From d9a12782a58cc33a51cc046f22e2af43fd119d8c Mon Sep 17 00:00:00 2001
From: Nikola Vukobrat <nvukobrat@tenstorrent.com>
Date: Wed, 14 Aug 2024 14:58:54 +0000
Subject: [PATCH 1/3] Ignore python venv from Git trace

---
 .gitignore | 1 +
 1 file changed, 1 insertion(+)

diff --git a/.gitignore b/.gitignore
index 82131f71a..ca6929ebd 100644
--- a/.gitignore
+++ b/.gitignore
@@ -10,6 +10,7 @@ tt_debug
 build
 net2pipe_output/
 third_party/llvm
+venv/
 
 /llk_out/
 

From 8809689fdefe46da101a09e4732b28806249372e Mon Sep 17 00:00:00 2001
From: Nikola Vukobrat <nvukobrat@tenstorrent.com>
Date: Wed, 14 Aug 2024 15:00:48 +0000
Subject: [PATCH 2/3] [Emit] Support lowering of Int8 MLIR data types

---
 pybuda/csrc/passes/lower_to_mlir.cpp | 11 +++++++----
 1 file changed, 7 insertions(+), 4 deletions(-)
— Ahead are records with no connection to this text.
"""`robustrm size`: what it reads, prints, writes and returns."""

from __future__ import annotations

import json
import signal
import subprocess
import sys
from pathlib import Path

import pandas as pd
import pytest
from click.testing import CliRunner, Result

import robustrm as rm
from robustrm.cli import main
from robustrm.plan import Plan

pytestmark = pytest.mark.cli

ASKED = ("--cv-within", "0.42", "--cv-between", "0.9", "--seed", "1")
SMALL = ("--n", "8-9", "--datasets", "100")


def run(*words: str | Path) -> Result:
    return CliRunner().invoke(main, ["size", *map(str, words)])


def test_the_text_is_that_of_the_function():
    result = run(*ASKED, "--ratios", "1,0.8,0.6", *SMALL)
    assert result.exit_code == 0, result.output
    found = rm.sample_size(
        cv_within=0.42, cv_between=0.9, ratios=[1, 0.8, 0.6], n=[8, 9], datasets=100,
        plan=Plan(seed=1),
    )  # fmt: skip
    assert result.stdout == f"{found}\n"


def test_json_is_that_of_the_function_whatever_the_workers():
    words = (*ASKED, "--smallest-ratio", "0.6", "--visits", "3", *SMALL, "--json")
    here, there = run(*words), run(*words, "--workers", "2")
    assert here.stdout == there.stdout
    found = json.loads(here.stdout)
    assert found["assumed"]["ratios"] == [1, 1, 0.6]
    assert found["seed"] == 1
    assert {row["n"] for row in found["table"]} == {8, 9}


def test_options_are_the_arguments_and_edits_of_the_plan():
    words = (
        "--n", "8,10", "--target", "0.7", "--distribution", "log-t3", "--limit", "0.1",
        "--dropout", "0.2", "--datasets", "100", "--pair", "sign_test", "--adjust", "hommel",
        "--contrasts", "all", "--occasions", "week 0,week 2,week 6", "--missing", "complete",
    )  # fmt: skip
    found = json.loads(run(*ASKED, "--ratios", "1,0.8,0.6", *words, "--json").stdout)
    assumed = {
        "distribution": "log-t3", "limit": 0.1, "dropout": 0.2,
        "labels": ["week 0", "week 2", "week 6"],
    }  # fmt: skip
    assert {name: found["assumed"][name] for name in assumed} == assumed
    planned = {"pair": "sign_test", "adjust": "hommel", "contrasts": "all", "missing": "complete"}
    assert {name: found["plan"][name] for name in planned} == planned
    assert (found["target"], found["datasets"]) == (0.7, 100)
    assert [row["n"] for row in found["table"]][::15][:1] == [8]


def test_a_folder_has_tables_figure_text_and_plan(tmp_path: Path):
    result = run(*ASKED, "--ratios", "1,0.6", *SMALL, "--out", tmp_path / "size")
    assert result.exit_code == 0, result.output
    assert "Tables, figure and text" in result.stderr
    assert sorted(path.name for path in (tmp_path / "size").iterdir()) == [
        "attainable.csv", "plan.toml", "power.csv", "power.png", "power.svg", "sizing.json",
        "sizing.txt", "widths.csv",
    ]  # fmt: skip
    held = json.loads((tmp_path / "size" / "sizing.json").read_text(encoding="utf-8"))
    table = pd.read_csv(tmp_path / "size" / "power.csv")
    assert table["power"].tolist() == [row["power"] for row in held["table"]]
    assert Plan.load(tmp_path / "size" / "plan.toml").seed == 1
    again = run(*ASKED, "--ratios", "1,0.6", *SMALL, "--out", tmp_path / "size")
    assert again.exit_code == 2
    assert "must be new or empty" in again.stderr
    assert sorted(path.name for path in tmp_path.iterdir()) == ["size"]


def test_a_pilot_gives_the_variation(tmp_path: Path):
    file = tmp_path / "pilot.csv"
    file.write_text("id,a,b\nP1,3,4\nP2,7,6\nP3,2,2\nP4,9,8\nP5,6,4\n", encoding="utf-8")
    words = ("--pilot", file, "--subject", "id", "--occasions", "a,b", "--seed", "1", *SMALL)
    found = json.loads(run(*words, "--ratios", "1,0.8,0.6", "--json").stdout)
    table = rm.read_table(file, subject="id", occasions=["a", "b"])
    variation = rm.sample_size(pilot=table, ratios=[1, 0.5], n=[8], datasets=100, rng=1).pilot
    assert variation is not None
    assert found["pilot"] == variation.to_dict()
    assert found["assumed"]["cv_within"] == variation.cv_within
    # three occasions are planned, whatever the pilot had
    assert len(found["assumed"]["labels"]) == 3
    refused = run(*words[:4], "--ratios", "1,0.8")
    assert refused.exit_code == 3


@pytest.mark.parametrize(
    ("words", "said"),
    [
        (["--cv-within", "42", "--cv-between", "1", "--ratios", "1,0.8"], "did you mean 0.42?"),
        ([*ASKED], "One of `--ratios` and `--smallest-ratio` must be given, got none"),
        ([*ASKED, "--ratios", "1,0.8", "--smallest-ratio", "0.8"], "got both"),
        ([*ASKED, "--smallest-ratio", "0.8"], "needs the number of occasions"),
        ([*ASKED, "--ratios", "1,low"], "'1,low' does not list ratios"),
        ([*ASKED, "--ratios", "1,0.8", "--n", "six"], "'six' does not list numbers of subjects"),
        ([*ASKED, "--ratios", "1,0.8", "--pair", "rank_pair"], "for a simulation"),
        ([*ASKED, "--ratios", "1,0.8", "--workers", "0"], "`workers` must be a whole number"),
    ],
)
def test_a_wrong_option_is_usage(words: list[str], said: str):
    result = run(*words)
    assert result.exit_code == 2
    assert said in result.stderr
    assert result.stdout == ""


@pytest.mark.slow
@pytest.mark.skipif(sys.platform == "win32", reason="signals are sent otherwise there")
def test_an_interrupt_ends_it_and_what_is_finished_is_kept(tmp_path: Path):
    words = [*ASKED, "--ratios", "1,0.8,0.6", "--pair", "sign_flip", "--n", "20-40"]
    line = [sys.executable, "-m", "robustrm", "size", *words, "--workers", "2"]
    kept = tmp_path / "kept"
    with subprocess.Popen(
        [*line, "--resume", str(kept)], stdout=subprocess.PIPE, stderr=subprocess.PIPE
    ) as process:
        while not list(kept.glob("*.npz")) and process.poll() is None:
            pass
        process.send_signal(signal.SIGINT)
        out, told = process.communicate()
    assert process.returncode == 130, told.decode()
    assert out == b""
    assert told.decode().strip() == "Interrupted."
    assert list(kept.glob("*.npz"))
    assert not list(kept.glob(".*.part"))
diff --git a/pybuda/csrc/passes/lower_to_mlir.cpp b/pybuda/csrc/passes/lower_to_mlir.cpp
index 8bf6a4266..09f36b0e8 100644
--- a/pybuda/csrc/passes/lower_to_mlir.cpp
+++ b/pybuda/csrc/passes/lower_to_mlir.cpp
@@ -344,7 +344,7 @@ class MLIRGenerator
             return builder_.create<mlir::tensor::EmptyOp>(
                 get_tt_forge_operation_location(graph, node),
                 shape_vec,
-                get_float_type(node));
+                get_data_type(node));
         }
 
         /// Emit the return operation for the function.
@@ -364,8 +364,8 @@ class MLIRGenerator
                 mlir::ValueRange(returnValues));
         }
 
-        /// Get the MLIR float type type for a TTForge node.
-        mlir::FloatType get_float_type(graphlib::Node *node)
+        /// Get the MLIR data type for a TTForge node.
+        mlir::Type get_data_type(graphlib::Node *node)
         {
             switch (node->output_df())
             {
@@ -375,7 +375,10 @@ class MLIRGenerator
                     return builder_.getBF16Type();
                 case tt::DataFormat::Float16:
                     return builder_.getF16Type();
+                case tt::DataFormat::Int8:
+                    return builder_.getI8Type();
                 default:
+                    log_error("Unsupported data format during lowering from TTForge to TTIR: {}", node->output_df());
                     TT_ASSERT(false);
             }
             // TODO add all supported types in switch
@@ -390,7 +393,7 @@ class MLIRGenerator
             {
                 shape_vec.push_back((int64_t)dim);
             }
-            return mlir::RankedTensorType::get(shape_vec, get_float_type(node));
+            return mlir::RankedTensorType::get(shape_vec, get_data_type(node));
         }
 
         /// Get the location for a module.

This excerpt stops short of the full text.